Migrate from Confluence XHTML to Asciidoctor

You can convert Atlassian Confluence XHTML pages to Asciidoctor using this Groovy script.

The script calls Pandoc to convert single or multiple HTML files exported from Confluence to AsciiDoc files. You’ll need Pandoc installed before running this script. If you have trouble running this script, you can use the Pandoc command referenced inside the script to convert XHTML files to AsciiDoc manually.

Example 1. convert.groovy
// This script is provided by melix.
// The source can be found at https://gist.github.com/melix/6020336

@Grab('net.sourceforge.htmlcleaner:htmlcleaner:2.4')
import org.htmlcleaner.*

def src = new File('html').toPath()
def dst = new File('asciidoc').toPath()

def cleaner = new HtmlCleaner()
def props = cleaner.properties
props.translateSpecialEntities = false
def serializer = new SimpleHtmlSerializer(props)

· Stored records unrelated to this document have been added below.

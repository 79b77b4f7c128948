import { Composer, LineCounter, Parser, isAlias, isMap, isScalar, isSeq, type Document, type Node } from 'yaml';
import type { ConfigProblem } from './problems.js';
import { pointerSegment, type Position, type YamlTree } from './tree.js';
import {
  MAX_ALIAS_COUNT,
  MAX_CONFIG_CHARS,
  MAX_CONFIG_DEPTH,
  MAX_CONFIG_VALUES,
  checkTokenLimits,
  prescanShape,
} from './yaml-limits.js';

/** Thrown inside the builder to stop at a limit; turned into a problem by readYamlTree. */
class Stop {
  constructor(readonly problem: ConfigProblem) {}
}

/**
 * Parses YAML text into plain data under hard limits (size, depth, scalar length, alias uses and
 * expanded values), keeping the line:column of every key and value. Never throws for bad text:
 * problems come back in the list, and `tree` is undefined when any was found.
 * Keys are kept as own properties of null-prototype objects, so `__proto__` is just a key.
 * @example readYamlTree('cutoff: 0.05\n').tree?.value // { cutoff: 0.05 }
 */
export function readYamlTree(text: string): { tree?: YamlTree; problems: ConfigProblem[] } {
  if (text.length > MAX_CONFIG_CHARS) {
    return {
      problems: [
        {
          line: 1,
          col: 1,
          message: `the config is ${text.length} characters; the limit is ${MAX_CONFIG_CHARS} (1 MiB)`,
          fix: 'a Bellgate config is a few kilobytes; check that the right file is named',
        },
      ],
    };
  }
  const deep = prescanShape(text);
  if (deep) return { problems: [deep] };
  const counter = new LineCounter();
  let docs: Document.Parsed[];
  try {
    const tokens = [...new Parser(counter.addNewLine).parse(text)];
    const tooBig = checkTokenLimits(tokens, counter);
    if (tooBig) return { problems: [tooBig] };
    docs = [...new Composer({ uniqueKeys: false, merge: false, strict: true }).compose(tokens, true, text.length)];
  } catch (err) {
    // The YAML library reports problems in doc.errors; a throw would be its own bug, still shown as bad input.
    return {
      problems: [
        {
          line: 1,
          col: 1,
          message: `the YAML could not be read (${(err as Error).message})`,
          fix: 'simplify the file',
        },
      ],
    };
  }
  const problems: ConfigProblem[] = [];
  const at = (offset: number): Position => counter.linePos(offset);
  for (const doc of docs) {
    for (const issue of [...doc.errors, ...doc.warnings]) {
      problems.push({
        ...at(issue.pos[0]),
        message: firstLine(issue.message),
        fix: 'write valid YAML (see https://yaml.org/spec/1.2.2/)',
      });
    }
  }
  if (docs.length > 1) {
    const second = docs[1]!;
    problems.push({
      ...at(second.range[0]),
      message: `the file holds ${docs.length} YAML documents; a config is one`,
      fix: 'remove the "---" separator and merge the documents',
    });
  }
  const doc = docs.length === 1 ? docs[0] : undefined;
  const tree: YamlTree = { value: undefined, valueAt: new Map(), keyAt: new Map() };
  // Built even when the parser complained, so duplicate keys are reported with syntax errors.
  if (doc !== undefined && doc.contents !== null) {
    try {
      tree.value = buildValue(doc, doc.contents, tree, at, problems);
    } catch (err) {
      if (!(err instanceof Stop)) throw err;
      problems.push(err.problem);
    }
    problems.push(...collectNonFinite(tree));
  }
  return problems.length > 0 ? { problems } : { tree, problems };
}

function firstLine(message: string): string {
  return message.split('\n')[0]!.trim();
}

// Duplicate keys are found here with a Set: the YAML library's own check (uniqueKeys) compares
// every pair of keys, which takes seconds on a few thousand keys.
function buildValue(
  doc: Document,
  root: Node,
  tree: YamlTree,
  at: (offset: number) => Position,
  problems: ConfigProblem[],
): unknown {
  let values = 0;
  let aliases = 0;
  const build = (node: Node, pointer: string, depth: number): unknown => {
    const pos = at(node.range?.[0] ?? 0);
    if (++values > MAX_CONFIG_VALUES || depth > MAX_CONFIG_DEPTH) {
      const what =
        values > MAX_CONFIG_VALUES
          ? `more than ${MAX_CONFIG_VALUES} values`
          : `nesting deeper than ${MAX_CONFIG_DEPTH} levels`;
      throw new Stop({
        ...pos,
        message: `the config expands to ${what}`,
        fix: 'use fewer aliases (*name); a config needs a few hundred values at most',
      });
    }
    if (!tree.valueAt.has(pointer)) tree.valueAt.set(pointer, pos);
    if (isAlias(node)) {
      if (++aliases > MAX_ALIAS_COUNT) {
        throw new Stop({
          ...pos,
          message: `more than ${MAX_ALIAS_COUNT} aliases (*name)`,
          fix: 'repeat the values instead of aliasing them',
        });
      }
      const target = node.resolve(doc);
      if (target === undefined)
        throw new Stop({
          ...pos,
          message: `alias *${node.source} names no anchor`,
          fix: `define &${node.source} before using it`,
        });
      return build(target, pointer, depth + 1);
    }
    if (isScalar(node)) return node.value;
    if (isSeq(node)) return node.items.map((item, i) => build(item as Node, `${pointer}/${i}`, depth + 1));
    if (isMap(node)) {
      const out: Record<string, unknown> = Object.create(null);
      for (const pair of node.items) {
        const keyNode = pair.key as Node | null;
        const keyPos = at(keyNode?.range?.[0] ?? node.range?.[0] ?? 0);
        const key = isScalar(keyNode) ? keyNode.value : undefined;
        if (typeof key !== 'string' && typeof key !== 'number') {
          throw new Stop({
            ...keyPos,
            message: 'a key must be a plain name',
            fix: 'write keys like "cutoff:"; lists and mappings cannot be keys',
          });
        }
        if (Object.hasOwn(out, String(key))) {
          problems.push({
            ...keyPos,
            message: `the key ${JSON.stringify(String(key))} appears twice in one mapping`,
            fix: 'keep one of the two entries',
          });
          continue;
        }
        const child = `${pointer}/${pointerSegment(key)}`;
        tree.keyAt.set(child, keyPos);
        const value = pair.value === null ? null : build(pair.value as Node, child, depth + 1);
        if (pair.value === null) tree.valueAt.set(child, keyPos);
        out[String(key)] = value;
      }
      return out;
    }
    throw new Stop({ ...pos, message: 'unsupported YAML node', fix: 'write plain mappings, lists and scalars' });
  };
  return build(root, '', 0);
}

/** YAML spells infinity and not-a-number (.inf, .nan); no setting accepts them. */
function collectNonFinite(tree: YamlTree): ConfigProblem[] {
  const problems: ConfigProblem[] = [];
  const walk = (value: unknown, pointer: string): void => {
    if (typeof value === 'number' && !Number.isFinite(value)) {
      const pos = tree.valueAt.get(pointer) ?? { line: 1, col: 1 };
      problems.push({
        ...pos,
        message: `${value > 0 ? '.inf' : value < 0 ? '-.inf' : '.nan'} is not a finite number`,
        fix: 'write an ordinary number',
      });
    } else if (Array.isArray(value)) {
      value.forEach((item, i) => walk(item, `${pointer}/${i}`));
    } else if (value !== null && typeof value === 'object') {
      for (const [key, item] of Object.entries(value)) walk(item, `${pointer}/${pointerSegment(key)}`);
    }
  };
  walk(tree.value, '');
  return problems;
}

src.toFile().eachFileRecurse { f ->
    def relative = src.relativize(f.toPath())
    def target = dst.resolve(relative)
    if (f.isDirectory()) {
        target.toFile().mkdir()
    } else if (f.name.endsWith('.html')) {
        def tmpHtml = File.createTempFile('clean', 'html')
        println "Converting $relative"
        def result = cleaner.clean(f)
        result.traverse({ tagNode, htmlNode ->
                tagNode?.attributes?.remove 'class'
                if ('td' == tagNode?.name || 'th'==tagNode?.name) {
                    tagNode.name='td'
                    String txt = tagNode.text
                    tagNode.removeAllChildren()
                    tagNode.insertChild(0, new ContentNode(txt))
                }

            true
        } as TagNodeVisitor)
        serializer.writeToFile(
                result, tmpHtml.absolutePath, "utf-8"
        )
        "pandoc -f html-native_divs -t asciidoctor $tmpHtml --wrap=none -o ${target}.adoc".execute().waitFor()
        tmpHtml.delete()
    }/* else {
        "cp html/$relative $target".execute()
    }*/
}

This script was created by Cédric Champeau (melix). You can find the source of this script hosted at this gist.

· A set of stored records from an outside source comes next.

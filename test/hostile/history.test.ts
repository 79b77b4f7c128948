// Hostile history documents: truncated, wrong version, duplicated runs, non-finite values, wrong
// types, prototype keys — through parseHistory and verifyHistory, and through the CLI (check,
// verify, report --html, check --record), where an unreadable history is refused clearly and never
// overwritten (DESIGN.md, "History"). Numbers past the double range read as Infinity by JSON.parse
// (ECMA-262, Number.parseFloat semantics of JSON numbers — from memory).
import fc from 'fast-check';
import { afterAll, describe, expect, it } from 'vitest';
import { readFileSync } from 'node:fs';
import { join } from 'node:path';
import { parseHistory, serializeHistory } from '../../src/history/document.js';
import type { History } from '../../src/history/history.js';
import { verifyHistory } from '../../src/history/verify.js';
import { bellgate, scratch } from '../cli/helpers/cli-harness.js';
import { historyArbitrary } from '../history/arbitraries.js';
import { assertNoPollution, CaseCounter, FC, resultOrInputError, STACK_LINE } from './guards.js';
import { assertInertHtml, assertInertText } from './outputs.js';

const counter = new CaseCounter('history');
const work = scratch('bellgate-hostile-history-');
afterAll(() => {
  counter.print();
  work.remove();
});

/** A parsed History keeps its invariants: unique ids, aligned columns, finite-or-missing values. */
function sound(h: History): void {
  const ids = new Set(h.runs.map((r) => r.id));
  expect(ids.size).toBe(h.runs.length);
  for (const r of h.runs) expect(typeof r.id === 'string' && r.id !== '').toBe(true);
  expect(h.columns).toBeInstanceOf(Map);
  for (const c of h.columns.values()) {
    expect(c.values.length).toBe(h.runs.length);
    expect(c.values.every((v) => Number.isNaN(v) || Number.isFinite(v))).toBe(true);
  }
}

/** parseHistory and verifyHistory agree: a document verify finds clean always parses. */
function both(text: string, label: string): void {
  const outcome = resultOrInputError(() => parseHistory(text, 'h.json'), sound);
  const problems = verifyHistory(text, 'h.json');
  if (outcome === 'refused') expect(problems.length).toBeGreaterThan(0);
  if (problems.length === 0) expect(outcome).toBe('ok');
  for (const p of problems) {
    expect(p.problem.length).toBeGreaterThan(0);
    expect(p.problem).not.toMatch(/\[object Object\]/);
  }
  assertNoPollution();
  counter.add(label, outcome);
}

const V2 = readFileSync(new URL('../fixtures/history/v2-small.json', import.meta.url), 'utf8');
const V1 = readFileSync(new URL('../fixtures/history/v1-small.json', import.meta.url), 'utf8');

const v2 = (runs: unknown, metrics: unknown, extra: Record<string, unknown> = {}) =>
  JSON.stringify({ schema: 'bellgate.history/2', series: 's', runs, metrics, ...extra });

const HAND: Array<[string, string]> = [
  ['empty text', ''],
  ['not JSON', 'schema: bellgate.history/2'],
  ['an array', '[]'],
  ['null', 'null'],
  ['no schema', '{"series":"s","runs":[]}'],
  ['schema a number', '{"schema":2}'],
  ['newer version', '{"schema":"bellgate.history/3"}'],
  ['version 0', '{"schema":"bellgate.history/0"}'],
  ['version with leading zero', '{"schema":"bellgate.history/02"}'],
  ['version 1e9', '{"schema":"bellgate.history/999999999"}'],
  ['version fractional', '{"schema":"bellgate.history/1.5"}'],
  ['other schema', '{"schema":"acme.history/1"}'],
  ['v2 runs an array', v2([], { names: [], values: [] })],
  ['v2 ids numbers', v2({ id: [1, 2] }, { names: [], values: [] })],
  ['v2 duplicated run id', v2({ id: ['a', 'a'] }, { names: ['m'], values: [[1, 2]] })],
  ['v2 duplicated metric name', v2({ id: ['a'] }, { names: ['m', 'm'], values: [[1], [2]] })],
  ['v2 ragged column', v2({ id: ['a', 'b'] }, { names: ['m'], values: [[1]] })],
  ['v2 more names than columns', v2({ id: ['a'] }, { names: ['m', 'n'], values: [[1]] })],
  ['v2 value 1e400', v2({ id: ['a'] }, { names: ['m'], values: [[1e400]] }).replace('null', '1e400')],
  [
    'v2 value -1e400',
    `{"schema":"bellgate.history/2","series":"s","runs":{"id":["a"]},"metrics":{"names":["m"],"values":[[-1e400]]}}`,
  ],
  ['v2 value "NaN"', v2({ id: ['a'] }, { names: ['m'], values: [['NaN']] })],
  ['v2 value true', v2({ id: ['a'] }, { names: ['m'], values: [[true]] })],
  ['v2 value an object', v2({ id: ['a'] }, { names: ['m'], values: [[{ valueOf: 1 }]] })],
  ['v2 names an object', v2({ id: ['a'] }, { names: { 0: 'm' }, values: [[1]] })],
  ['v2 units wrong length', v2({ id: ['a'] }, { names: ['m'], units: ['s', 'ms'], values: [[1]] })],
  ['v2 unit a number', v2({ id: ['a'] }, { names: ['m'], units: [5], values: [[1]] })],
  ['v2 sha column a string', v2({ id: ['a'], sha: 'abc' }, { names: [], values: [] })],
  ['v2 time column of numbers', v2({ id: ['a'], time: [1] }, { names: [], values: [] })],
  [
    'v2 __proto__ names',
    v2({ id: ['a'] }, { names: ['__proto__', 'constructor', 'toString'], values: [[1], [2], [3]] }),
  ],
  [
    'v2 __proto__ keys',
    '{"schema":"bellgate.history/2","series":"s","__proto__":{"polluted":1},"runs":{"id":["a"],"__proto__":{"polluted":1}},"metrics":{"names":["m"],"values":[[1]],"__proto__":{"polluted":1}}}',
  ],
  [
    'v2 series a number',
    JSON.stringify({ schema: 'bellgate.history/2', series: 5, runs: { id: [] }, metrics: { names: [], values: [] } }),
  ],
  [
    'v1 duplicated runs',
    JSON.stringify({
      schema: 'bellgate.history/1',
      series: 's',
      runs: [
        { id: 'a', values: { m: 1 } },
        { id: 'a', values: { m: 2 } },
      ],
    }),
  ],
  ['v1 runs an object', JSON.stringify({ schema: 'bellgate.history/1', series: 's', runs: { a: { values: {} } } })],
  [
    'v1 values a list',
    JSON.stringify({ schema: 'bellgate.history/1', series: 's', runs: [{ id: 'a', values: [1, 2] }] }),
  ],
  [
    'v1 value a string',
    JSON.stringify({ schema: 'bellgate.history/1', series: 's', runs: [{ id: 'a', values: { m: '12' } }] }),
  ],
  ['v1 value 1e400', '{"schema":"bellgate.history/1","series":"s","runs":[{"id":"a","values":{"m":1e400}}]}'],
  [
    'v1 __proto__ value key',
    '{"schema":"bellgate.history/1","series":"s","runs":[{"id":"a","values":{"__proto__":5,"constructor":6}},{"id":"b","values":{"__proto__":{"polluted":1}}}]}',
  ],
  [
    'v1 __proto__ names, readable',
    '{"schema":"bellgate.history/1","series":"default","runs":[{"id":"a","values":{"__proto__":5,"constructor":6}},{"id":"b","values":{"__proto__":7,"toString":8}}]}',
  ],
  [
    'v1 __proto__ units',
    '{"schema":"bellgate.history/1","series":"s","runs":[{"id":"a","values":{"m":1},"units":{"__proto__":"ms","m":{"polluted":1}}}]}',
  ],
  ['v1 id empty', JSON.stringify({ schema: 'bellgate.history/1', series: 's', runs: [{ id: '', values: {} }] })],
  ['v1 id a number', JSON.stringify({ schema: 'bellgate.history/1', series: 's', runs: [{ id: 7, values: {} }] })],
  [
    'v1 time not ISO',
    JSON.stringify({ schema: 'bellgate.history/1', series: 's', runs: [{ id: 'a', time: 'yesterday', values: {} }] }),
  ],
  [
    'v1 runs out of order',
    JSON.stringify({
      schema: 'bellgate.history/1',
      series: 's',
      runs: [
        { id: 'a', time: '2026-03-02T00:00:00Z', values: {} },
        { id: 'b', time: '2026-03-01T00:00:00Z', values: {} },
      ],
    }),
  ],
  [
    'deep nesting',
    `{"schema":"bellgate.history/2","series":"s","runs":{"id":${'['.repeat(100_000)}${']'.repeat(100_000)}}}`,
  ],
  ['a BOM first', `\uFEFF${V2}`],
  ['NUL inside', V2.replace('linux-x64', 'linux\\u0000x64')],
];

describe('parseHistory and verifyHistory on hand-picked documents', () => {
  it.each(HAND)('%s', (label, text) => both(text, 'hand-picked'));

  it('a value past the double range is never read as a number', () => {
    for (const text of [
      HAND.find(([l]) => l === 'v2 value -1e400')![1],
      HAND.find(([l]) => l === 'v1 value 1e400')![1],
    ]) {
      const outcome = resultOrInputError(
        () => parseHistory(text, 'h.json'),
        (h) => {
          for (const c of h.columns.values())
            expect(c.values.every((v) => (!Number.isFinite(v) ? Number.isNaN(v) : true))).toBe(true);
        },
      );
      counter.add('hand-picked', outcome);
    }
  });
});

describe('generated documents (fixed seed)', () => {
  it('every prefix of a valid document: read whole or refused, never half-read', () => {
    fc.assert(
      fc.property(historyArbitrary('s'), fc.nat(), (h, cutAt) => {
        const text = serializeHistory(h);
        const cut = text.slice(0, cutAt % Math.max(1, text.length));
        both(cut, 'truncated');
        // A cut that still parses must be the whole document (only trailing whitespace may go).
        let parsed: History | undefined;
        try {
          parsed = parseHistory(cut, 'h.json');
        } catch {
          parsed = undefined;
        }
        if (parsed) expect(cut.trimEnd()).toBe(text.trimEnd());
      }),
      FC(300),
    );
  });

  it('one byte replaced anywhere in v1 and v2 documents', () => {
    const junk = fc.constantFrom(
      '"',
      '{',
      '}',
      '[',
      ']',
      ',',
      ':',
      '0',
      '-',
      'e',
      'n',
      'x',
      '\\',
      '\u0000',
      ' ',
      '1e400',
    );
    fc.assert(
      fc.property(fc.constantFrom(V1, V2), fc.nat(), junk, (doc, at, c) => {
        const i = at % doc.length;
        both(doc.slice(0, i) + c + doc.slice(i + 1), 'one byte changed');
      }),
      FC(400),
    );
  });

  it('v2 documents with values of every JSON type', () => {
    const value = fc.oneof(
      fc.double({ noNaN: true, noDefaultInfinity: true }),
      fc.constant(null),
      fc.string({ maxLength: 3 }),
      fc.boolean(),
      fc.constant([]),
      fc.constant({}),
    );
    fc.assert(
      fc.property(
        fc.array(fc.array(value, { minLength: 2, maxLength: 2 }), { maxLength: 4 }),
        fc.array(fc.constantFrom('__proto__', 'constructor', 'm', 'n', '<b>', ''), { maxLength: 4 }),
        (values, names) => {
          both(v2({ id: ['a', 'b'] }, { names, values }), 'v2 typed values');
        },
      ),
      FC(300),
    );
  });
});

describe('hostile histories through the CLI', () => {
  const run = work.write('run.json', '{"m": 1, "__proto__": 2}');
  const bad = HAND.filter(([l]) => !['a BOM first', 'v1 runs out of order', 'v1 time not ISO'].includes(l));
  it('check refuses an unreadable history with exit 2 or 3, and check --record never overwrites it', async () => {
    let refused = 0;
    for (const [label, text] of bad) {
      const path = work.write(`h-${refused + 1}.json`, text);
      if (resultOrInputError(() => parseHistory(text, path)) === 'ok') continue;
      refused++;
      const r = await bellgate(work.dir, ['check', '--metrics', run, '--history', path, '--record', '--id', 'x-1']);
      expect([2, 3], `${label}: ${r.stderr}`).toContain(r.code);
      expect(r.stderr).not.toMatch(STACK_LINE);
      expect(r.stderr).not.toMatch(/internal error/);
      expect(r.stderr.length).toBeLessThan(4000);
      assertInertText(r.stderr.replace(/\n/g, ' '));
      expect(readFileSync(path, 'utf8'), label).toBe(text); // never overwritten
      const v = await bellgate(work.dir, ['verify', '--history', path]);
      expect(v.code, label).toBe(2);
      expect(v.stdout + v.stderr).not.toMatch(STACK_LINE);
      assertInertText((v.stdout + v.stderr).replace(/\n/g, ' '));
      assertNoPollution();
      counter.add('cli refused', 'refused');
    }
    expect(refused).toBeGreaterThan(30);
  });

  it('a readable history with prototype names: check, verify and report --html work and stay inert', async () => {
    const text = HAND.find(([l]) => l === 'v1 __proto__ names, readable')![1];
    const h = resultOrInputError(
      () => parseHistory(text, 'h.json'),
      (hist) => {
        expect([...hist.columns.keys()].sort()).toEqual(['__proto__', 'constructor', 'toString']);
        expect(hist.columns.get('__proto__')?.values).toEqual([5, 7]);
      },
    );
    counter.add('cli readable', h);
    expect(h).toBe('ok');
    const path = work.write('proto.json', text);
    const r = await bellgate(work.dir, ['check', '--metrics', run, '--history', path, '--format', 'json']);
    expect(r.stderr).not.toMatch(STACK_LINE);
    expect(r.code, r.stderr).toBe(0);
    const byName = new Map(
      (JSON.parse(r.stdout) as { metrics: Array<{ name: string; status: string }> }).metrics.map((m) => [
        m.name,
        m.status,
      ]),
    );
    // Two runs are fewer than min-runs: learning; the run's own "__proto__" is kept, not dropped.
    expect(byName.get('__proto__')).toBe('learning');
    expect(byName.get('m')).toBe('new');
    const html = join(work.dir, 'proto.html');
    const rep = await bellgate(work.dir, ['report', '--history', path, '--html', html]);
    expect(rep.code, rep.stderr).toBe(0);
    assertInertHtml(readFileSync(html, 'utf8'));
    assertNoPollution();
  });

  it('verify lists problems quoting hostile names without control or bidi characters', async () => {
    const text = v2({ id: ['a'] }, { names: ['x\u202Ey', 'x\u202Ey', 'esc\u001b[2J'], values: [[1], [2], [1e308]] });
    const path = work.write('named-verify.json', text);
    const v = await bellgate(work.dir, ['verify', '--history', path]);
    expect(v.code).toBe(2);
    assertInertText((v.stdout + v.stderr).replace(/\n/g, ' '));
    counter.add('cli refused', 'refused');
  });
});

describe('import with hostile names', () => {
  it('skips names every reader refuses (with a reason shown inert) and keeps the rest exactly', async () => {
    const refused = ['a\u202Eb', 'esc\u001b[2J', 'x'.repeat(10 * 1024), ' '];
    const kept = ['__proto__', 'constructor', '<img src=x onerror=alert(1)>', '@team|#1'];
    const lines = [0, 1, 2].map((i) =>
      JSON.stringify({
        id: `r${i}`,
        time: `2026-03-0${i + 1}T00:00:00Z`,
        metrics: [...refused, ...kept].map((name, k) => ({ name, value: 10 + i + k })),
      }),
    );
    const runs = work.write('import/runs.jsonl', lines.join('\n'));
    const wide = work.write('import/runs.csv', `id,time,"a\u202Eb",__proto__\nw1,2026-03-05T00:00:00Z,1,2\n`);
    const history = join(work.dir, 'import/history.json');
    for (const file of [runs, wide]) {
      const r = await bellgate(work.dir, ['import', '--history', history, '--runs', file]);
      expect(r.code, r.stderr).toBe(0);
      expect(r.stderr).toMatch(/skipped .*control character|skipped .*bidirectional/);
      assertInertText(r.stderr.replace(/\n/g, ' '));
      expect(r.stderr).not.toMatch(STACK_LINE);
    }
    const h = parseHistory(readFileSync(history, 'utf8'), 'h.json');
    expect([...h.columns.keys()].sort()).toEqual([...kept].sort());
    // "__proto__" is the fifth name of each JSON Lines run (10 + run + 4), then the CSV's 2.
    expect(h.columns.get('__proto__')?.values).toEqual([14, 15, 16, 2]);
    assertNoPollution();
    counter.add('cli import', 'ok');
  });
});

The script is designed to be run locally on HTML files or directories containing HTML files exported from Confluence.

Usage

  1. Save the script contents to a convert.groovy file in a working directory.

  2. Make the file executable according to your specific OS requirements.

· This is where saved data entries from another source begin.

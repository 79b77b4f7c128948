// `bellgate tune --write` turns metric names into YAML rule globs and comments: a hostile name must
// not inject YAML (new keys, a second document, a comment that swallows a value) nor widen its glob
// to other metrics. Checked by reading the written text back with parseConfig and matching every
// name with settingsFor (YAML 1.2 quoting rules, sections 7.3 and 8.1 — from memory).
import fc from 'fast-check';
import { afterAll, describe, expect, it } from 'vitest';
import { parseConfig } from '../../src/config/load.js';
import { settingsFor } from '../../src/config/rules.js';
import { applyConfigEdit } from '../../src/config/write-config.js';
import { assertNoPollution, CaseCounter, FC, resultOrInputError } from './guards.js';

const counter = new CaseCounter('config writing');
const skipped: string[] = [];
afterAll(() => {
  counter.print();
  console.log(`names with no rule written (no literal glob): ${JSON.stringify(skipped)}`);
  // Only names whose characters no glob can spell literally may be skipped.
  expect(skipped.every((n) => /[\u0000-\u001f\u202a-\u202e]/.test(n))).toBe(true);
});

const NAMES = [
  '__proto__',
  'constructor',
  'a: b',
  'x\n  cutoff: 0.5',
  '# comment',
  '- item',
  '"quoted"',
  "it's",
  '*',
  '**',
  'a/*',
  '[x]',
  '{a,b}',
  '!tag',
  '&anchor',
  '*alias',
  '---',
  '...',
  '? key',
  '|',
  '>',
  '%YAML',
  '@team',
  '`x`',
  '<img src=x onerror=alert(1)>',
  'x\u202Ey',
  'tab\there',
  ' lead',
  'trail ',
  '0.5',
  'true',
  'null',
  '~',
  '名前',
  '😀',
];

describe('applyConfigEdit with hostile metric names in rules and reasons', () => {
  it.each(NAMES.map((n) => [JSON.stringify(n), n] as const))(
    'rule for %s reads back for that name only',
    (_label, name) => {
      const edit = {
        defaults: { cutoff: 0.005 },
        rules: [{ metric: name, cutoff: 0.0001, reason: `because ${name}\n---\nmetrics: []` }],
      };
      const outcome = resultOrInputError(
        () => applyConfigEdit('defaults:\n  window: 30 # kept\n', 'b.yml', edit),
        (text) => {
          const config = parseConfig(text, 'b.yml');
          expect(config.defaults.cutoff).toBe(0.005);
          expect(config.defaults.window).toBe(30);
          // Skipped rules (no literal glob for the name) leave the name on the default.
          const own = settingsFor(config, name).cutoff;
          expect([0.0001, 0.005]).toContain(own);
          if (own === 0.005) skipped.push(name);
          for (const other of ['other', 'a', 'x', 'ab', `${name}x`])
            if (other !== name) expect(settingsFor(config, other).cutoff, other).toBe(0.005);
          expect(text).toContain('# kept');
        },
      );
      assertNoPollution();
      counter.add('hand-picked names', outcome);
    },
  );

  it('generated names: a rule written for a name matches that name and no other of the set', () => {
    fc.assert(
      fc.property(
        fc.uniqueArray(fc.oneof(fc.constantFrom(...NAMES), fc.string({ minLength: 1, maxLength: 10 })), {
          minLength: 1,
          maxLength: 5,
        }),
        (names) => {
          const rules = names.map((metric, i) => ({ metric, cutoff: 0.0001 * (i + 1), reason: 'r' }));
          const outcome = resultOrInputError(
            () => applyConfigEdit('', 'b.yml', { defaults: { cutoff: 0.01 }, rules }),
            (text) => {
              const config = parseConfig(text, 'b.yml');
              names.forEach((n, i) => {
                const got = settingsFor(config, n).cutoff;
                // Either its own rule, or (no literal glob possible) the default; never another name's.
                expect([0.0001 * (i + 1), 0.01], JSON.stringify(n)).toContain(got);
              });
            },
          );
          counter.add('generated names', outcome);
        },
      ),
      FC(150),
    );
  });
});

  3. Create an html directory for input files and an asciidoc directory for output files, both inside the working directory.

  4. Place individual files, or a directory containing files, into the aforementioned html directory.

  5. Run groovy convert to convert the files contained inside the html directory.

  6. Look for the generated output file in the asciidoc directory and confirm it meets your requirements.